# PROBLEM REQUIREMENTS:
All that is wanted is an exact copy of the line containing "const pick = (v: ResistorChange['e24']) =>" and the lines after it, through the end of the records.

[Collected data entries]
——————

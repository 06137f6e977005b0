/**
 * The engine harness of the tests: an EngineCore (the worker's logic, renderer/src/engine/core.ts) run in
 * process, with every message it posts kept in order and a clock that steps 10 ms a call, so nothing depends on
 * how fast the machine is.
 */
import { EngineCore } from '../../renderer/src/engine/core.ts';
import type { FromEngine, RunSnapshot } from '../../renderer/src/engine/protocol.ts';

/** An engine, what it posted, and the last run snapshot among those messages. */
export interface EngineHarness {
  readonly core: EngineCore;
  readonly messages: FromEngine[];
  /** The newest run snapshot posted (in a `run` message or a `tick`), or null before the first. */
  readonly lastRun: () => RunSnapshot | null;
}

/** A new engine harness. */
export function engineHarness(): EngineHarness {
  const messages: FromEngine[] = [];
  let t = 0;
  const core = new EngineCore({ post: (m) => void messages.push(m), nowMs: () => (t += 0.01) });
  const lastRun = (): RunSnapshot | null => {
    for (let i = messages.length - 1; i >= 0; i--) {
      const m = messages[i];
      if (m.type === 'run') return m.run;
      if (m.type === 'tick' && m.run !== undefined) return m.run;
    }
    return null;
  };
  return { core, messages, lastRun };
}
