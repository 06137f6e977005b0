/**
 * High-precision refinement of a fundamental frequency by a harmonic phase-slope fit.
 *
 * Method. The window is cut into M consecutive, non-overlapping segments, each as close as the sample grid
 * allows to C whole periods of the coarse fundamental f̂. For every harmonic k the segment's Hann-windowed
 * Fourier coefficient at k·f̂ is taken (complex demodulation, phase referred to the window start). For a
 * harmonic at k·(f̂ + δ) the phase of segment m is exactly `a_k + 2π·k·δ·t_m`, where t_m is the segment's
 * centre, because a symmetric window has a real transform. δ follows from a weighted least-squares line
 * through the unwrapped phases of all harmonics jointly (one slope, one intercept per harmonic), with weights
 * |c|², the inverse of each phase's noise variance at high SNR.
 *
 * Sources: linear regression on the phase of a sinusoid attains the Cramér–Rao bound at high SNR
 * (S. Tretter, "Estimating the frequency of a noisy sinusoid by linear regression", IEEE Trans. Inf.
 * Theory 31(6), 1985; S. Kay, "A fast and accurate single frequency estimator", IEEE Trans. ASSP 37(12), 1989);
 * for a harmonic signal the per-harmonic information adds with weight k² (the bound of D. Rife and
 * R. Boorstyn, IEEE Trans. Inf. Theory 20(5), 1974, extended to harmonic sums). Short-time phase of a
 * windowed DFT as a frequency measurement: J. L. Flanagan and R. M. Golden, "Phase vocoder", Bell System
 * Technical Journal 45, 1966.
 *
 * Why period-synchronous segments: the other harmonics and the negative-frequency image lie a whole number
 * of cycles per segment away, so their leakage into a coefficient has the same phase in every segment and
 * falls into the intercept instead of the slope. Mains hum is not synchronous: where a hum line falls close
 * to a harmonic, the hum's own coefficient is measured and its known leakage subtracted (a 2×2 solve per
 * segment); a harmonic too close to a hum line to separate is left out.
 *
 * The uncertainty is the slope's standard error from the fit's own residuals (weighted least squares with
 * unknown scale), widened by the ratio of Student's t to the normal quantile for the residual degrees of
 * freedom so that ±2 standard errors keep their coverage with few segments. Outlying segments (a DC step,
 * a click) are down-weighted by three re-weighting passes with Tukey's biweight on a MAD scale (four weighted
 * fits in all; Mosteller & Tukey, "Data Analysis and Regression", 1977; P. J. Huber, "Robust Statistics", 1981).
 *
 * The class allocates its buffers once, for the largest window, harmonic count and segment count it is
 * built for; `refine` then allocates nothing.
 */
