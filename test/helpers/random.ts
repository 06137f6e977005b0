/**
 * The one seeded random generator of the tests, so every noisy or randomised test repeats exactly and a failing
 * sequence can be replayed from its seed.
 */

/**
 * Mulberry32 (Tommy Ettinger, 2017, public domain): a 32-bit state generator of uniform numbers in [0, 1).
 *
 * @example const r = rng(1); r() // the same first number on every run
 */
export function rng(seed: number): () => number {
  let a = seed >>> 0;
  return () => {
    a = (a + 0x6d2b79f5) >>> 0;
    let t = a;
    t = Math.imul(t ^ (t >>> 15), t | 1);
    t ^= t + Math.imul(t ^ (t >>> 7), t | 61);
    return ((t ^ (t >>> 14)) >>> 0) / 4294967296;
  };
}
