/**
 * The calibration model's extra figures (issue 9): expanded uncertainties of the scale and the 0 V pitch from
 * their GUM budgets, the model's terms, the labelled straight line, suspect steps and the tolerance verdict.
 */
function ModelBudgetRows(props: { analysis: RunAnalysis }) {
  const rf = props.analysis.result.fit;
  if (!rf?.model) return null;
  const m = rf.model;
  const top = (b: NonNullable<typeof rf.scaleBudget>) =>
    [...b.terms].sort((a, c) => c.standardCents - a.standardCents)[0]?.source ?? '—';
  const suspects = props.analysis.result.steps.filter((s) => s.flags.includes('suspect-voltage'));
  return (
    <>
      {rf.scaleBudget && (
        <>
          <dt>Scale U (k = {rf.scaleBudget.coverageFactor.toFixed(2)})</dt>
          <dd className="mono" data-testid="scale-expanded">
            ±{formatUncertainty(rf.scaleBudget.expandedCents)} ¢/oct, mostly {top(rf.scaleBudget)}
          </dd>
        </>
      )}
      {rf.pitchAt0VBudget && (
        <>
          <dt>0 V pitch U</dt>
          <dd className="mono">
            ±{formatUncertainty(rf.pitchAt0VBudget.expandedCents)} ¢, mostly {top(rf.pitchAt0VBudget)}
          </dd>
        </>
      )}
      <dt>Model</dt>
      <dd>
        line
        {m.hfTerm !== 'none' &&
          ` + HF (equivalent reset time ${((m.equivalentResetSeconds ?? 0) * 1e6).toPrecision(2)} µs)`}
        {m.lowEndTerm && ' + low-end floor'}, by {m.criterion}
      </dd>
      {rf.straightLine && (
        <>
          <dt>Straight line, every step</dt>
          <dd className="mono">{formatCents(rf.straightLine.scaleErrorCentsPerOctave)} ¢/oct</dd>
        </>
      )}
      {suspects.length > 0 && (
        <>
          <dt>Suspect voltage</dt>
          <dd data-testid="suspect-steps">
            {suspects
              .map(
                (s) =>
                  `step ${s.index + 1}: plays as ${(s.likelyVolts ?? 0).toFixed(3)} V, given ${(s.volts ?? 0).toFixed(3)} V`,
              )
              .join('; ')}
          </dd>
        </>
      )}
      {rf.tolerance && (
        <>
          <dt>Tolerance ±{rf.tolerance.toleranceCents} ¢</dt>
          <dd data-testid="tolerance-verdict">{rf.tolerance.text}</dd>
        </>
      )}
    </>
  );
}

export function FitSummary(props: { analysis: RunAnalysis }) {
  const { fit, bends, table } = props.analysis;
  return (
    <div className="fit" data-testid="fit-summary">
      <h3>Fit</h3>
      {fit.kind === 'ok' ? (
        <dl>
          <dt>Scale</dt>
          <dd className="mono">
            {formatCents(fit.scaleErrorCentsPerOctave)} ± {formatUncertainty(fit.scaleErrorStdErrCents)} ¢/oct
          </dd>
          <dt>Octaves per volt</dt>
          <dd className="mono">{fit.octavesPerVolt.toFixed(6)}</dd>
          <dt>Pitch at 0 V</dt>
          <dd className="mono">{formatHz(fit.hzAt0V)} Hz</dd>
          <dt>Largest residual</dt>
          <dd className="mono">{fit.maxAbsResidualCents.toFixed(2)} ¢</dd>
          <ModelBudgetRows analysis={props.analysis} />
          {table && (
            <>
              <dt>Spread</dt>
              <dd className="mono">{table.spreadCents.toFixed(2)} ¢</dd>
            </>
          )}
          {bends.kind === 'ok' && !props.analysis.result.fit?.model && (
            <>
              <dt>Top end</dt>
              <dd>
                {bends.highEnd.kind === 'bent'
                  ? `bends ${bends.highEnd.direction} ${formatCents(bends.highEnd.centsAtEnd, 1)} ¢`
                  : 'straight'}
              </dd>
              <dt>Bottom end</dt>
              <dd>
                {bends.lowEnd.kind === 'bent'
                  ? `bends ${bends.lowEnd.direction} ${formatCents(bends.lowEnd.centsAtEnd, 1)} ¢`
                  : 'straight'}
              </dd>
            </>
          )}
        </dl>
      ) : (
        <p className="dim">Needs two captured steps.</p>
      )}
    </div>
  );
}

export function AdviceList(props: { analysis: RunAnalysis }) {
  const { advice } = props.analysis;
  return (
    <div className="advice" data-testid="advice">
      <h3>What to trim</h3>
      <ol>
        {advice.items.map((it, i) => (
          <li key={i} className={`advice-${it.status}`}>
            <span className="chip">{it.trimmer === 'none' ? 'note' : it.trimmer}</span> {it.text}
            {it.resistors && it.resistors.length > 0 && (
              <ul className="resistors" data-testid="advice-resistors">
                {it.resistors.map((r) => (
                  <li key={r.part}>{resistorLine(r)}</li>
                ))}
              </ul>
            )}
          </li>
        ))}
      </ol>
      <p className="next">
        <strong>Next:</strong> {advice.next}
      </p>
      <p className="caution">{advice.caution}</p>
    </div>
  );
}

const PART_NAMES: Record<ResistorChange['part'], string> = {
  series: 'Series Rs',
  shunt: 'Shunt Rsh',
  input: 'Input Rin',
  feedback: 'Feedback Rf',
};

/** One resistor change: exact value, then the nearest E24 and E96 values (IEC 60063) and what each leaves. */
function resistorLine(r: ResistorChange): string {
  const pick = (v: ResistorChange['e24']) =>
    `${v.series} ${formatOhms(v.ohms)} (leaves ${formatCents(v.resultingScaleErrorCentsPerOctave)} ¢/oct)`;
  return `${PART_NAMES[r.part]} ${formatOhms(r.fromOhms)} → ${formatOhms(r.toOhms)} · ${pick(r.e24)} · ${pick(r.e96)}`;
}

/** Column heads of the error table, shared by the live run and the recording view. */
export function ErrorTableHead(props: { last: string | null }) {
  return (
    <thead>
      <tr>
        <th>#</th>
        <th>Set</th>
        <th>Meter</th>
        <th className="num">Hz</th>
        <th>Note</th>
        <th className="num">¢ ideal</th>
        <th className="num">¢ interval</th>
        <th className="num">±¢</th>
        {props.last === null ? <th /> : <th className="num">{props.last}</th>}
      </tr>
    </thead>
  );
}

——————

# RESULT OF THE EXERCISE:
  const pick = (v: ResistorChange['e24']) =>
    `${v.series} ${formatOhms(v.ohms)} (leaves ${formatCents(v.resultingScaleErrorCentsPerOctave)} ¢/oct)`;
  return `${PART_NAMES[r.part]} ${formatOhms(r.fromOhms)} → ${formatOhms(r.toOhms)} · ${pick(r.e24)} · ${pick(r.e96)}`;
}

/** Column heads of the error table, shared by the live run and the recording view. */
export function ErrorTableHead(props: { last: string | null }) {
  return (
    <thead>
      <tr>
        <th>#</th>
        <th>Set</th>
        <th>Meter</th>
        <th className="num">Hz</th>
        <th>Note</th>
        <th className="num">¢ ideal</th>
        <th className="num">¢ interval</th>
        <th className="num">±¢</th>
        {props.last === null ? <th /> : <th className="num">{props.last}</th>}
      </tr>
    </thead>
  );
}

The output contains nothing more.